June ended on a tragic note, when three Queens firefighters lost their lives at a Father’s Day blaze in Astoria…Mayoral candidate Mike Bloomberg met with Forest Hills residents, while 107 hopefuls filed to run for City Council seats…The Tribune featured New York City’s vision of the 2012 Olympic Games in Queens…The Tribune reported on 20 toxic sites in Queens that were not funded for clean-up…
We stood on the Queens shoreline Sept. 11 and stared at the images across the river. As the planes crashed into the mighty towers, we wept and prayed for the innocent victims, trapped in the fear and flames. And then the world, as we knew it, changed forever. The terrorist attack shut down Queens’ highways, airports, subways and buses. The Primary election was cancelled. Shea Stadium was turned into an outdoor warehouse of donated clothing and equipment for rescue crews….
The family of Tony Avena lost a court battle to stay in business in Flushing. The court gave the 80-year-old business until the end of 2001 to pack and move out…Helen Marshall was voted the new borough president…Mike Bloomberg began his first day as mayor-elect by greeting Queensites in Kew Gardens….
We were just beginning to cope with the terrorist attack when a plane fell from the skies over Belle Harbor. American Airlines Flight 587 exploded in mid-air, tore apart and slammed into homes. More than 267 people were killed in the crash, including seven people on the ground….
Nick Buglione : After spending two years as a reporter at the Queens Tribune, Nick is now editor of the Long Island Herald on Nassau County’s south shore.
The Queens Tribune taught me to be a journalist. In the year I spent as a staff writer, I learned more about what it means to be a reporter than in the four years I studied at Queens College.
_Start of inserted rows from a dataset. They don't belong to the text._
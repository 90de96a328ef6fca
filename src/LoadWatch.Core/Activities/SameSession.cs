using NodaTime;

namespace LoadWatch.Activities;

/// <summary>One activity: the recording that counts, and those of the same session that do not.</summary>
/// <param name="Superseded">Richest first.</param>
public sealed record SessionGroup(RecordingSummary Winner, IReadOnlyList<RecordingSummary> Superseded);

/// <summary>
/// The same session recorded by two devices or exported twice counts once (I-9): recordings that start within 2 s of the richest are one
/// activity.
/// Recordings of one file compete only if start and samples are equal. The order of richness is total, so the order of arrival never
/// matters (I-5).
/// </summary>
public static class SameSession
{
    /// <summary>How far apart two starts of one session may lie. A choice: two devices started by one hand.</summary>
    public static Duration StartTolerance { get; } = Duration.FromSeconds(2);

    /// <summary>Every recording is in exactly one group. Groups by start, then by key of the winner.</summary>
    public static IReadOnlyList<SessionGroup> Choose(IReadOnlyList<RecordingSummary> ofOnePerson)
    {
        List<(RecordingSummary Winner, List<RecordingSummary> Superseded)> groups = [];
        foreach (var recording in RichestFirst(ofOnePerson))
        {
            var group = groups.FindIndex(one => Competes(one.Winner, recording));
            if (group < 0)
            {
                groups.Add((recording, []));
            }
            else
            {
                groups[group].Superseded.Add(recording);
            }
        }

        return [.. groups
            .OrderBy(group => group.Winner.Start)
            .ThenBy(group => group.Winner.Sha, StringComparer.Ordinal)
            .ThenBy(group => group.Winner.Part)
            .Select(group => new SessionGroup(group.Winner, group.Superseded))];
    }

    private static IEnumerable<RecordingSummary> RichestFirst(IEnumerable<RecordingSummary> recordings) => recordings
        .OrderByDescending(recording => recording.Channels)
        .ThenByDescending(recording => (long)recording.Samples + recording.Sets)
        .ThenBy(recording => recording.Start)
        .ThenBy(recording => recording.Sha, StringComparer.Ordinal)
        .ThenBy(recording => recording.Part);

    private static bool Competes(RecordingSummary winner, RecordingSummary other)
    {
        if (winner.Sha == other.Sha)
        {
            return winner.Start == other.Start && winner.SamplesDigest == other.SamplesDigest;
        }

        var apart = winner.Start - other.Start;
        return apart <= StartTolerance && -apart <= StartTolerance;
    }
}
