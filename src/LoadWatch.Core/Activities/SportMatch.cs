using LoadWatch.Recordings;

namespace LoadWatch.Activities;

/// <summary>How well a session that a table tells of fits one that a device recorded, by sport. The better fit goes first.</summary>
public enum SportFit
{
    /// <summary>Never the same session.</summary>
    None,

    /// <summary>One of them does not say, or they are of one family.</summary>
    Possible,

    /// <summary>The same sport; of sets: a recording of strength work.</summary>
    Same,

    /// <summary>The same sport and stated detail.</summary>
    Exact,
}

/// <summary>
/// Which sports may be one session: those of one family (<see cref="Sport.Family"/>), all strength and gymnastics of the gym among them. <c>generic</c> says nothing. A
/// choice.
/// </summary>
public static class SportMatch
{
    private const string Run = "running";
    private const string Ride = "cycling";
    private const string Gym = "training";
    private const string Unsaid = "generic";

    /// <param name="stated">Null where the table does not say.</param>
    public static SportFit Of(Sport? stated, Sport recorded)
    {
        if (stated is null)
        {
            return SportFit.Possible;
        }

        var isFamily = stated.Family == recorded.Family;
        if (stated.Name == recorded.Name && (isFamily || stated.Detail is null || recorded.Detail is null))
        {
            return stated.Detail is not null && stated.Detail == recorded.Detail ? SportFit.Exact : SportFit.Same;
        }

        return isFamily || stated.Family == Unsaid || recorded.Family == Unsaid ? SportFit.Possible : SportFit.None;
    }

    /// <summary>Whether logged sets may have been done in a recording: never in a run, walk, match or ride.</summary>
    /// <param name="ownSets">Number of sets that the recording holds itself.</param>
    public static SportFit OfSets(Sport recorded, int ownSets)
    {
        var family = recorded.Family;
        if (family is Run or Ride || recorded.IsOnFoot)
        {
            return SportFit.None;
        }

        if (ownSets > 0 || recorded.Detail == "strength_training")
        {
            return SportFit.Same;
        }

        return family is Gym or Unsaid ? SportFit.Possible : SportFit.None;
    }
}
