using LoadWatch.Capacity;
using LoadWatch.Loads;
using LoadWatch.Quality;
using LoadWatch.Recordings;
using LoadWatch.Stimulus;

namespace LoadWatch.Activities;

/// <summary>Everything computed from one recording of one person. Unknown is null or absent, never 0.</summary>
public sealed record ActivityValues
{
    /// <summary>Time-weighted mean over usable readings, bpm.</summary>
    public double? HeartRateMeanBpm { get; init; }

    public int? HeartRateMaxBpm { get; init; }

    /// <summary>Time-weighted mean over usable readings, zeros included, watts.</summary>
    public double? PowerMeanWatts { get; init; }

    public double? PowerMaxWatts { get; init; }

    /// <summary>Share of the sampled time with a usable reading, 0 to 1, for each channel that the recording holds.</summary>
    public IReadOnlyDictionary<Channel, double> UsableShare { get; init; } = new Dictionary<Channel, double>();

    /// <summary>What of the recording does not count, where, and why: whole rows and time without rows first, then by channel, reason and time.</summary>
    public IReadOnlyList<Cut> Cuts { get; init; } = [];

    /// <summary>Of heart rate, power and speed, where usable.</summary>
    public IReadOnlyDictionary<Channel, Histogram> Histograms { get; init; } = new Dictionary<Channel, Histogram>();

    /// <summary>Of heart rate, power and speed, where usable; of heart rate also what lies above the person's maximum.</summary>
    public IReadOnlyDictionary<Channel, BestMeans> BestMeans { get; init; } = new Dictionary<Channel, BestMeans>();

    /// <summary>Of heart rate, power and speed, where the bounds are known.</summary>
    public IReadOnlyList<TimeInZone> TimesInZone { get; init; } = [];

    /// <summary>Every quantity that could be computed, sorted by name.</summary>
    public IReadOnlyList<Quantity> Quantities { get; init; } = [];

    /// <summary>One entry per body region that the session went through, legs first.</summary>
    public IReadOnlyList<RegionStimulus> Stimulus { get; init; } = [];

    /// <summary>Why something is unknown, in plain words: <c>heart rate usable in 12 % of the time: no heart-rate load</c>.</summary>
    public IReadOnlyList<string> Remarks { get; init; } = [];
}
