using System.Globalization;
using System.Net;
using System.Text;
using System.Text.RegularExpressions;
using LoadWatch.Notices;
using NodaTime;
using NodaTime.Text;

namespace LoadWatch.Delivery.Page;

/// <summary>The list of a contact's dated pages, the newest first, each with its first line. It says what is there: who removes old pages shortens it.</summary>
internal static partial class PastPages
{
    /// <summary>The first line stands in a page's head, within so many bytes.</summary>
    private const int HeadBytes = 4096;

    private static readonly LocalDatePattern Month = LocalDatePattern.Create("MMMM uuuu", CultureInfo.InvariantCulture);
    private static readonly LocalDatePattern Day = LocalDatePattern.Create("dddd d MMMM", CultureInfo.InvariantCulture);
    private static readonly LiquidTemplate Template = new("Page.past");

    /// <exception cref="IOException">The folder or a page cannot be read.</exception>
    public static string Render(string folder, string contactId)
    {
        var pages = Directory.EnumerateFiles(folder, $"{contactId}-????-??-??.html")
            .Select(path => (Path: path, Date: LocalDatePattern.Iso.Parse(Path.GetFileNameWithoutExtension(path)[(contactId.Length + 1)..])))
            .Where(page => page.Date.Success)
            .Select(page => (page.Path, Date: page.Date.Value))
            .OrderByDescending(page => page.Date);
        var months = pages
            .GroupBy(page => page.Date.ToYearMonth())
            .Select(month => new PastMonth(
                Month.Format(month.Key.OnDayOfMonth(1)),
                [.. month.Select(page => new PastBrief(Path.GetFileName(page.Path), Day.Format(page.Date), FirstLine(page.Path)))]));
        return Template.Render(new PastModel(contactId + ".html", [.. months]));
    }

    /// <summary>Null for a page of before the first line stood in its head.</summary>
    private static string? FirstLine(string path)
    {
        using var file = new FileStream(path, FileMode.Open, FileAccess.Read, FileShare.ReadWrite | FileShare.Delete);
        var head = new byte[HeadBytes];
        var length = file.ReadAtLeast(head, HeadBytes, throwOnEndOfStream: false);
        var found = Description().Match(Encoding.UTF8.GetString(head, 0, length));
        return found.Success ? OneLine.Of(WebUtility.HtmlDecode(found.Groups["line"].Value)) : null;
    }

    [GeneratedRegex("<meta name=\"description\" content=\"(?<line>[^\"<>]*)\">", RegexOptions.CultureInvariant | RegexOptions.ExplicitCapture | RegexOptions.NonBacktracking)]
    private static partial Regex Description();
}

/// <param name="Newest">File of the contact's newest page.</param>
internal sealed record PastModel(string Newest, IReadOnlyList<PastMonth> Months);

internal sealed record PastMonth(string Heading, IReadOnlyList<PastBrief> Briefs);

/// <param name="Line">The brief's first line, or null.</param>
internal sealed record PastBrief(string File, string Date, string? Line);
The Tribune taught me what school couldn’t – like how the city works and how the officials who run it are full of it. It taught me how to write under deadline pressure with dozens of people buzzing around and a thunder-voiced publisher screaming for a cup of coffee as if he were Zeus atop Mount Olympus.
As a 21-year-old fresh out of school, it was exhilarating to write stories about the greatest borough and its fascinatingly diverse 2 million inhabitants. I got to meet some of the most eccentric people – cross-dressing jogger Elegant Elliot Offen comes to mind, but none were more interesting than the folks I worked with.
My fondest memories will always be about my co-workers. I still think about former managing editor Tamara Hartman, and the time she got so drunk with us on Bell Boulevard she threw up. I think about editor Steve McGuire, and how good it felt to rub it in his face when my Yankees beat his Mets in the 2000 Subway Series. I think about reporter Hector Flores, and how the two of us would stash away any photos submitted to the paper of cute girls, and then compare them like baseball cards on Fridays.
Then there was Nick Abadjian, another reporter whose driver license sported a picture of him looking like Frazier after 15 rounds with Ali. Apparently he had been jumped around the time he took the picture, but didn’t think to put it off until his face healed. And I’ll never forget Richard Schack and the nickel-and-dime wrestling promotion he helped run on the side, or Ira Cohen, the staff photographer who once proclaimed that the years he spent in the Vietnam War were some of the best of his life.
I love and miss all those guys. The Queens Tribune was one hell of a ride, and I’d give a million bucks to do it all over again.